霞流一『スカーフェイク 暗黒街の殺人』(原書房)が熱い。なんと九章構成の第三章以降がすべて“解決編”なのだ。
三つのギャング組織が勢力を争いながら支配している街。その組織の一つから他の組織に鞍替えした鮫肌の哲が殺された。現場は密室。三組織のボスたちは、警察にダミーの犯人を出頭させる一方で、真相究明を探偵・邪無吾に依頼した……。
この密室殺人は、特殊な展開となる。大物である鮫肌の哲を殺したのは自分だと主張する者が続出したのだ。かくして邪無吾は、彼らが主張する密室トリックを検証する羽目になる。それ故に読者は、フーダニットの大枠のなかに倒叙ものの密室ミステリがいくつも敷き詰められた構成を満喫できるのだ。特筆すべきは、邪無吾は、各人が語る“密室トリックの可否”ではなく、成立しうるその密室トリックについて“現場の証拠との矛盾の有無”を吟味するという点だ。読者にはその矛盾となる情報を予め提示してあるため、トリックそのものに加え、その不成立を証明する伏線の冴えという面でも推理の刺激を満喫できる仕掛けだ。もちろん大枠のフーダニットにも趣向が凝らされていて大満足。
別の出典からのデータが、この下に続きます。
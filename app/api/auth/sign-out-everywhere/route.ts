import { route } from "@/lib/server/handler";
import { endAllSessions } from "@/lib/server/session-version";

// Ends every session of the signed-in person on every device (a lost phone, a shared tablet).
export const POST = route({}, async ({ db, actor }) => {
  await endAllSessions(db, actor.userId);
  return { ok: true, message: "Signed out on every device. Sign in again here to go on." };
});
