@dataclass(frozen=True, eq=False)
class BookView:
    """The book as the rules see it: arrays derived once per check."""

    as_of: np.datetime64
    ids: np.ndarray          # (n,) object
    pct: np.ndarray          # (n,) percent of the portfolio on the policy's basis
    weight: np.ndarray       # (n,) basis value, currency
    sector: np.ndarray       # (n,) object
    issuer: np.ndarray       # (n,) int code into issuer_names / issuer_keys
    issuer_names: np.ndarray  # (k,) object: one spelling of each found in the book
    issuer_keys: np.ndarray   # (k,) object: issuer_key of each
    family: np.ndarray       # (n,) int code into family_names
    family_names: np.ndarray  # (f,) object
    family_members: np.ndarray  # (f,) object: tuple of the issuer names of each family found in the book
    callable: np.ndarray     # (n,) bool
    fund: np.ndarray         # (n,) bool, kind == "fund"
    days: np.ndarray         # (n,) days to final maturity
    duration: np.ndarray     # (n,) years
    long: np.ndarray         # (n,) resolved long-term notch, NaN unrated
    short: np.ndarray        # (n,) resolved short-term notch, NaN unrated
    long_bought: np.ndarray  # (n,) long-term notch at purchase, NaN if not given
    short_bought: np.ndarray
    market_value: np.ndarray
    cash_by_month: np.ndarray
    cash_needs: CashNeeds | None

    @property
    def n(self) -> int:
        return len(self.ids)
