def _holdings_source(label: str, path: Path, named: bool, problems: Problems) -> Path:
    """holdings.csv, or holdings.xlsx when that is the only holdings file and none is named; both
    present and none named is a problem (which one is the book's is not ours to guess)."""
    if named:
        return path
    workbook = path.with_suffix(".xlsx")
    if workbook.exists() and path.exists():
        problems.add(label, 0, 0, f"both {path.name} and {workbook.name} are here and [files] names neither; "
                                  f'name the book\'s holdings file, e.g. [files] holdings = "{path.name}"')
    return workbook if workbook.exists() and not path.exists() else path


def load_book(folder) -> Book:
    """The book in ``folder`` (or a path to its book.toml); raises ``InputError`` with every problem.
    An interrupted change is first finished or undone (``ladder.folder.transaction.recover``)."""
    folder = Path(folder)
    if folder.is_file():
        folder = folder.parent
    recover(folder)
    problems = Problems()
    settings = _read_settings(folder / BOOK_FILE, problems)
    if settings is None:
        problems.raise_if_any()
    name, currency, valuation, files, source, (spreads, fit), reinvest, model, build, (account, at) = settings
    files["holdings"] = source      # the file read is the file written
    holdings = None
    if valuation is not None:
        holdings, _ = read_holdings(source, valuation, problems, cash_account=account)
    if account and holdings is not None and len(holdings):     # an empty book has nothing to value
        where = np.flatnonzero(holdings.id == account)
        if not len(where):
            problems.add(str(folder / BOOK_FILE), at[0], at[1], f"cash.account: {account!r} is not a holding of "
                         f"the book ({source.name}); name the sweep or money-market fund that settles trades")
        elif holdings.kind[where[0]] != "fund":
            problems.add(str(folder / BOOK_FILE), at[0], at[1], f"cash.account: {account!r} is a "
                         f"{holdings.kind[where[0]]} holding; the cash account must be a fund (kind fund)")
    for key in ("curve", "policy", "cash_needs"):
        if not files[key].exists():
            problems.add(str(files[key]), 0, 0, f"file not found; a book needs its {key} file (see docs/formats.md)")
    curve = _collect(problems, read_curve, files["curve"]) if files["curve"].exists() else None
    policy = _collect(problems, load_policy, files["policy"]) if files["policy"].exists() else None
    needs = _collect(problems, read_cash_needs, files["cash_needs"]) if files["cash_needs"].exists() else None
    scenarios: tuple[Scenario, ...] = ()
    if curve is not None and files["scenarios"].exists():
        scenarios = _collect(problems, read_scenarios, files["scenarios"], curve) or ()
    families = (_collect(problems, read_families, files["issuers"]) if files["issuers"].exists() else None) \
        or Families.none()
    problems.raise_if_any()
    if fit:
        z_bp = quoted_z_spreads_bp(holdings, bootstrap(curve, np.datetime64(valuation)), valuation)
        spreads, _ = fit_levels(spreads, holdings, valuation, z_bp, fit)
    return Book(folder, name, currency, valuation, files, holdings, curve, policy, needs, scenarios,
                spreads, reinvest, model, families, build, account)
阿津川辰海『最後のあいさつ』(光文社)も凝った構成だ。三十年前の事件――人気刑事ドラマの主演俳優が最終回直前に妻殺しの容疑で逮捕されたが、記者会見で“真犯人”を指摘して無罪を勝ち取る――と、当時と同様の手口で発生した現在の殺人事件について、ノンフィクション作家が取材を通じて真相を探るのである。この構成を用いて、著者は、役者であること、さらには名探偵であることについて深く掘り下げる。もちろん過去と現在を貫く驚愕とともに、だ。シンプルながら切れ味のよい密室トリックもあり、満足度は高い。
山口未桜『白魔の檻』(東京創元社)は、鮎川哲也賞受賞作『禁忌の子』の続篇。北海道の山奥の病院が濃霧に包まれるなか、一人の病院スタッフが変死体となって発見された。病院はその後の地震で発生した有毒ガスに囲まれて決定的に孤立。そんな状況下でも新たに斬首事件が……。強烈なサスペンスのなか、手掛かりを丹念に集めて謎解きを進める丁寧な推理が愉しめる。高評価を得た前作の読者も満足するであろう。ミステリとしての魅力に加え、事件発生から真相解明に至る流れのなかで、過疎地医療の問題点をしっかり認識できるように書かれている点にも好感を抱いた。